Spurgeon took as his text, “Now we live, if ye stand fast in the Lord.” — 1 Thessalonians 3:8. This text presents a potential problem, because it refers to Paul’s joy in seeing other Christians steadfast. The trouble comes in that the most direct application would be the joy of a pastor seeing a congregation steadfast. Why should the congregation care? The hearer could easily think, That is all well and good, but none of this is about me. How is this useful?
Sermon introductions tend to fall into two categories: Most common are introductions which are short illustrations of the main point. Less common are introductions that set out a problem which the sermon resolves.
In this sermon, “A Pleading Reminder for the New Year”, vol. 30, no. 1758, Spurgeon sets out the problem that the sermon will resolve. Notice that this problem is not a problem for the pastor alone but it is a also a problem for the hearers. Their lives and concerns are bound up in one another:
Dearly beloved, I have often rejoiced in God as I have seen the work of the Spirit among you. It is no small joy that for many years we have never been without an increase to the church. With few exceptions we have never gathered at our monthly communions without receiving a considerable number into our membership. During these years some have turned back, to our great sorrow, and some have flagged, to our solemn grief; but others have persistently carried on the work of God, and have developed gifts and graces which have made them qualified for larger spheres; so that at this day those at home come behind in no gift, and those abroad do not forget the hallowed training of Zion. In every part of the earth some are engaged in holy service who have gone out from this church. For all this our heart must be grateful. But these are evil times; these are times the like of which I have not before seen, in which the foundations are removed, and “what shall the righteous do?” The winds are out. The tacklings are loosed. The mariners reel to and fro. Everything seems drifting. Men know not where they are. Half the professing Christians of the present day do not know their heads from their heels, and the half that do know seem inclined to take to their heels and run, rather than stand steadfast in the faith and wait till evil days are over. It is time that we spoke to you concerning steadfastness, that you be not like idle boys, that leap hedges and ditches after every nest that silly birds may choose to make; but that you keep to the King’s highway of holiness and truth, and hold fast to the doctrines and the practices which are taught us in the word of God. I say to you by this discourse, “Now we live, if ye stand fast in the Lord.” It is a matter of life and death to us that you should be rooted, grounded, and settled.
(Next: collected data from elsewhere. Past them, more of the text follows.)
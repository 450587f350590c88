/**
 * Reading Redis and ioredis errors as retry / split / fatal.
 * Source: Redis documentation, "Redis error replies" (the first word of an error reply is its
 * prefix: LOADING, BUSY, TRYAGAIN, MOVED, ASK, WRONGTYPE, NOAUTH, NOPERM, …).
 */
import { type ErrorClass, SpillwayError } from '@spillway/core';
import { isSocketError } from '@spillway/core/kit';

/** Transient server states: the same command succeeds later. */
const RETRY_PREFIXES: ReadonlySet<string> = new Set([
  'LOADING', // the server is loading its dataset after a restart
  'BUSY', // a script or function is running
  'TRYAGAIN', // a multi-key command during slot migration
  'CLUSTERDOWN',
  'MASTERDOWN',
  'READONLY', // a failover made this node a replica; the client reconnects to the new primary
  'MOVED', // normally followed by ioredis' cluster client; seen here only when it gave up
  'ASK',
  'OOM', // maxmemory reached: eviction or consumers may free memory
  'NOREPLICAS',
  'NOTBUSY',
]);

/** Misconfiguration: no retry and no other record will do better. */
const FATAL_PREFIXES: ReadonlySet<string> = new Set([
  'NOAUTH',
  'NOPERM',
  'WRONGPASS',
  'NOPROTO',
  'CROSSSLOT',
  'NOSCRIPT',
]);

/** ioredis messages for commands that were never sent (safe to send again). */
const NOT_SENT = /^(Connection is closed|Stream isn't writeable|Reached the max retries per request limit)/;

function field(error: unknown, name: string): unknown {
  return typeof error === 'object' && error !== null ? (error as Record<string, unknown>)[name] : undefined;
}

/** The prefix of a Redis error reply: its leading word of capital letters, e.g. `WRONGTYPE`. */
export function redisErrorPrefix(error: unknown): string | undefined {
  if (error instanceof SpillwayError) return error.driverCode ?? redisErrorPrefix(error.cause);
  if (field(error, 'name') !== 'ReplyError') return undefined;
  const match = /^([A-Z][A-Z_]*)\b/.exec(String(field(error, 'message') ?? ''));
  return match?.[1];
}

/**
 * Whether an error leaves it unknown if the command ran: the connection closed after the command
 * was sent (ioredis' AbortError), or the client's `commandTimeout` expired. Replies that never
 * arrived do not mean the server did not execute the command.
 */
export function isUnknownOutcome(error: unknown): boolean {
  let e: unknown = error;
  for (let i = 0; i < 4 && e !== undefined && e !== null; i++) {
    if (e instanceof SpillwayError && e.details.outcome === 'unknown') return true;
    const name = field(e, 'name');
    const message = String(field(e, 'message') ?? '');
    // MaxRetriesPerRequestError is an AbortError too, but it flushes commands that were never sent.
    if (name === 'AbortError' && !/max retries per request/i.test(message)) return true;
    if (name === 'MaxRetriesPerRequestError') return false;
    if (message === 'Command timed out') return true;
    e = field(e, 'cause');
  }
  return false;
}

export interface RedisClassifyOptions {
  /**
   * What an unknown outcome (see `isUnknownOutcome`) becomes: `retry` (safe for idempotent
   * mappings) or `split` (the record is dead-lettered so that a non-idempotent command is never
   * applied twice by the sink).
   * @default 'retry'
   */
  unknownOutcome?: 'retry' | 'split';
}

/**
 * Classifies a Redis / ioredis error:
 * - `retry`: LOADING, BUSY, TRYAGAIN, CLUSTERDOWN, MASTERDOWN, READONLY, MOVED/ASK, OOM; lost
 *   connections, refused connections, commands flushed unsent; unknown outcomes by default.
 * - `fatal`: NOAUTH, NOPERM, WRONGPASS, CROSSSLOT, NOSCRIPT, `ERR unknown command`, a command a
 *   script may not call, a client that was ended, and errors that are not from Redis (bugs).
 * - `split`: any other error reply (WRONGTYPE, `ERR value is not an integer`, EXECABORT, …): the
 *   data of some record is wrong for its key; bisecting isolates it and it is dead-lettered.
 */
export function classifyRedisError(error: unknown, options: RedisClassifyOptions = {}): ErrorClass {
  if (isUnknownOutcome(error)) return options.unknownOutcome ?? 'retry';
  const prefix = redisErrorPrefix(error);
  const inner = error instanceof SpillwayError && error.cause !== undefined ? error.cause : error;
  if (field(inner, 'name') === 'ReplyError' && prefix !== undefined) {
    if (RETRY_PREFIXES.has(prefix)) return 'retry';
    if (FATAL_PREFIXES.has(prefix)) return 'fatal';
    const message = String(field(inner, 'message') ?? '');
    if (
      /^ERR unknown command/i.test(message) ||
      /^ERR wrong number of arguments/i.test(message) ||
      // A command a script may not call (e.g. inside the script of `storeOffsets`).
      /^ERR This Redis command is not allowed from script/i.test(message)
    )
      return 'fatal';
    if (prefix === 'EXECABORT') {
      // A queue-time error: the causes tell whether it was the data or the command itself.
      const previous = field(inner, 'previousErrors');
      if (Array.isArray(previous) && previous.length > 0) {
        const classes = previous.map((p) => classifyRedisError(p, options));
        if (classes.includes('fatal')) return 'fatal';
        // e.g. OOM while queueing: the server state, not the data.
        if (classes.every((c) => c === 'retry')) return 'retry';
      }
    }
    return 'split';
  }
  const message = String(field(inner, 'message') ?? '');
  if (NOT_SENT.test(message)) return 'retry';
  if (field(inner, 'name') === 'MaxRetriesPerRequestError') return 'retry';
  const code = field(inner, 'code');
  if (isSocketError(code)) return 'retry';
  // Cluster topology errors: a slot moved between grouping and sending, or the slots are being refreshed.
  if (
    /Failed to refresh slots cache|None of startup nodes is available|Too many Cluster redirections|should belong to the same slots? allocation group|Cluster isn't ready/.test(
      message,
    )
  ) {
    return 'retry';
  }
  return 'fatal';
}
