#!/usr/bin/env node
// Registering a command loads only what its flags need: each command loads its own work (the
// tuner, the grid and its charts, the demo's stores) when it runs.
import { Command } from 'commander';
import { registerBench } from './commands/bench.js';
import { registerDemo } from './commands/demo.js';
import { registerIngest } from './commands/ingest.js';
import { registerTune } from './commands/tune.js';

const program = new Command()
  .name('spillway')
  .description('Batching sinks for streams into PostgreSQL, Redis and Kafka: demo, ingest, bench and tune.')
  .showHelpAfterError();

registerDemo(program);
registerIngest(program);
registerBench(program);
registerTune(program);

await program.parseAsync(process.argv);
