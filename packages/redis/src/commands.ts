/**
 * Commands as the adapter sends them, and the mapping contract from a record to its commands.
 */
import type { RecordMeta } from '@spillway/core';

/** One argument of a Redis command. Buffers are sent byte for byte (binary safe). */
export type RedisArg = string | Buffer | number;

/**
 * One command: its name, then its arguments. The first argument is the command's key: the
 * adapter uses it to group commands by cluster slot (every ready-made mapping follows this; a
 * custom command whose first argument is not its key must not be used with a cluster client).
 * @example ['SET', 'dock:17:free', '4', 'PX', 60000]
 */
export type RedisCommand = readonly [command: string, ...args: RedisArg[]];

/** How a record becomes Redis commands. */
export interface RedisMapping<T> {
  /** Short name used in error messages, e.g. `string-ttl`. */
  readonly name: string;
  /**
   * True when writing the same record twice leaves the same data as writing it once. It decides
   * what the adapter does when the outcome of a write is unknown (see `onUnknownOutcome`).
   */
  readonly idempotent: boolean;
  /**
   * True when the commands run a script (`EVAL`, `EVALSHA`, `FCALL`): they cannot go inside the
   * script `storeOffsets` sends a batch as (Redis does not let a script call another).
   */
  readonly scripted?: boolean;
  /** The command(s) for one record, in the order they must run. */
  commands(record: T, meta: RecordMeta | undefined): RedisCommand | readonly RedisCommand[];
  /**
   * True when a reply error means the command had already run for this record (a replay), so
   * the record counts as written. Used by idempotent variants that rely on the server refusing
   * a repeat, such as XADD with an explicit id.
   */
  isReplay?(error: unknown, command: RedisCommand): boolean;
}

/** Normalises what `commands()` returned to a list. */
export function commandList<T>(
  mapping: RedisMapping<T>,
  record: T,
  meta: RecordMeta | undefined,
): readonly RedisCommand[] {
  const out = mapping.commands(record, meta);
  // One command is an array whose first element is the command name (a string).
  return typeof out[0] === 'string' ? [out as RedisCommand] : (out as readonly RedisCommand[]);
}
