#!/usr/bin/env node
import { Command } from 'commander';
import { registerBench } from './commands/bench.js';
import { registerDemo } from './commands/demo.js';
import { registerIngest } from './commands/ingest.js';

const program = new Command()
  .name('spillway')
  .description('Batching sinks for streams into PostgreSQL, Redis and Kafka: demo, ingest, bench and tune.')
  .showHelpAfterError();

registerDemo(program);
registerIngest(program);
registerBench(program);

await program.parseAsync(process.argv);
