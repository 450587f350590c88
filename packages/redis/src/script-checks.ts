/**
 * What the offsets script (`storeOffsets`) cannot carry, checked before it is sent: commands that
 * run a script of their own, commands with more arguments than Lua passes on, and on a cluster,
 * keys outside the slot of the offsets hash.
 */
import { StoreError } from '@spillway/core';
import type { RedisArg, RedisCommand } from './commands.js';
import type { ScriptCall } from './offsets.js';
import { keySlot } from './slot.js';

/** Commands that run a script, which a script cannot call. */
const SCRIPT_COMMANDS: ReadonlySet<string> = new Set([
  'EVAL',
  'EVALSHA',
  'EVAL_RO',
  'EVALSHA_RO',
  'FCALL',
  'FCALL_RO',
]);

/** Arguments one command may have inside the offsets script (Lua's `unpack` stops near 8,000). */
const MAX_SCRIPT_COMMAND_ARGS = 7000;

/** Where a command's key is: after the script and key count for scripts, else the first argument. */
export function commandKey(command: RedisCommand): RedisCommand[1] | undefined {
  if (SCRIPT_COMMANDS.has(command[0].toUpperCase())) return Number(command[2]) > 0 ? command[3] : undefined;
  return command[1];
}

/**
 * Records whose commands cannot run inside the offsets script are refused before it is sent:
 * a script command (Redis does not let a script call another) stops the sink; a command with
 * more arguments than Lua can pass on fails its record alone (its list is cleared).
 */
export function refuseInScript(
  mappingName: string,
  lists: Array<readonly RedisCommand[] | undefined>,
  failed: Map<number, StoreError>,
): void {
  for (let i = 0; i < lists.length; i++) {
    const list = lists[i];
    if (list === undefined) continue;
    for (const c of list) {
      const name = String(c[0]).toUpperCase();
      if (SCRIPT_COMMANDS.has(name)) {
        throw new StoreError(
          `Mapping "${mappingName}" sends ${name}, which cannot run inside the script that stores offsets (\`storeOffsets\`); use a mapping without a script of its own`,
          { details: { command: name, mapping: mappingName, step: 'offsets' } },
        );
      }
      if (c.length > MAX_SCRIPT_COMMAND_ARGS) {
        failed.set(
          i,
          new StoreError(
            `Mapping "${mappingName}" made a ${name} with ${c.length} arguments; with \`storeOffsets\` a command may have at most ${MAX_SCRIPT_COMMAND_ARGS}`,
            { details: { mapping: mappingName, stage: 'mapping', command: name } },
          ),
        );
        lists[i] = undefined;
        break;
      }
    }
  }
}

/**
 * The data keys to declare with the script. None on a standalone server. On a cluster the
 * script runs on the node of the offsets hash, so every key must be in its slot: a batch split
 * across nodes cannot be atomic, and is refused (fatal) rather than stored half.
 */
export function scriptKeys(
  client: { isCluster?: boolean },
  hashKey: string,
  mappingName: string,
  call: ScriptCall,
): RedisArg[] {
  if (client.isCluster !== true) return [];
  const slot = keySlot(hashKey);
  const keys: RedisArg[] = [];
  for (const c of call.commands) {
    const key = commandKey(c);
    if (key === undefined) continue;
    const s = keySlot(key);
    if (s !== slot) {
      throw new StoreError(
        `storeOffsets with a Redis Cluster needs every key of a batch in the slot of the offsets hash "${hashKey}" (slot ${slot}); a ${String(c[0]).toUpperCase()} of mapping "${mappingName}" has its key in slot ${s}. A batch split across cluster nodes cannot be atomic: put the sink's keys and \`storeOffsets.key\` under one {hash tag}`,
        {
          driverCode: 'CROSSSLOT',
          details: { mapping: mappingName, step: 'offsets', slot: s, offsetsSlot: slot },
        },
      );
    }
    keys.push(key);
  }
  return keys;
}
The answer will come in three parts:
Notice first, that some are not in the Lord; secondly, some appear to be in the Lord, but they are not standing fast; and thirdly, that some in the Lord stand fast in the Lord, and these are our life: “Now we live, if ye stand fast in the Lord.”
For the first section he lays out two propositions: There are those who will reject the Gospel. This proposition contains a temptation for the hearer to think I am better than my neighbor. Spurgeon turns the temptation on its head and raises a second point: Therefore we must seek the salvation of our fellows. He does this by describing his own desire to see salvation and the sorrow when Christ is rejected:
If there be a deadening influence about the thought that some few among us are not converted, think of what the effect must be upon a minister’s mind if he shall have labored long and seen no fruit. There may be instances in which a man has been faithful, but not successful, places where, for a time, the dew falls not, and the softening influences of the Spirit are not given. Then the soil breaks the ploughshare, and the weary ox is ready to faint. I began to preach while yet a youth, scarce sixteen years of age, but before I had preached half a dozen times I saw persons affected by those sermons. I pined to find some heart that had looked to Jesus while I had preached him; and I have photographed upon my eye-balls at this very moment a very humble clay-walled cottage which seemed to me to be a sacred spot, for I was told by a venerable deacon that it was the house of a poor woman who had sought and found the Savior through my ministry. I did not let the week conclude till I had seen her, for I hungered for the joy of meeting with one whom I had brought to Christ. If I found one soul converted I took heart and looked for more. Brother, are you working for Jesus? Then you know what it is to feel the shadow of death when you do not win a soul. Does it not seem hard to be knocking for Christ against a door that never opens, but has fresh bolts put to it to keep it closed? Be not ashamed of yourself because you feel distressed; it proves your capacity for being used. By-and-by God will bless you, and then you will understand the text “Now we live.” You will find that your pulse is quickened, your heart’s blood warmed, your filled with a diviner life as you rise nearer to the dignity of a saviour of men, and taste the joys unspeakable for which Christ laid down his life.
Next he goes onto those who are not steadfast. This section works through types of failure. There are those who completely apostatize. Yet, others “do not behave in such a way that we could remove their names from the church-roll; but they decline in grace.” They may be diverted from their work or begin to believe contrary doctrine.
He makes an interesting observation about one sort:
We know some who are not steadfast in their service of Christ. When a man claims to be perfect he is wholly useless to us: he is sure to leave his work. He wants all his time to admire his own perfections.
The only right and steady motivation will be a desire to serve God for God’s glory.
In the final section Spurgeon writes of the encouragement he finds in those are steadfast:
They are our life, because their holy conduct fills us with living confidence. I tell you, brethren, when I have seen the holy generosity of members of this church, making sacrifices to serve the Lord; when I have seen the holy courage of brethren standing up for Jesus, and bearing reproach for the sake of principle, and speaking out the truth in defiance of ridicule; when, in fact, I have seen many things that I will not mention now — I have said to myself these are fruits that could not have been produced except by the truth and by the Spirit of God. Then have I felt very confident in the gospel which has been so adorned by your actions. Certain of our beloved elders and deacons passed away, to our deep sorrow, not very long ago, and when I came down from their death-chambers I did not require any further argument to prove the religion of the Lord Jesus: the Holy Spirit set his seal upon the truth by their joyful departures.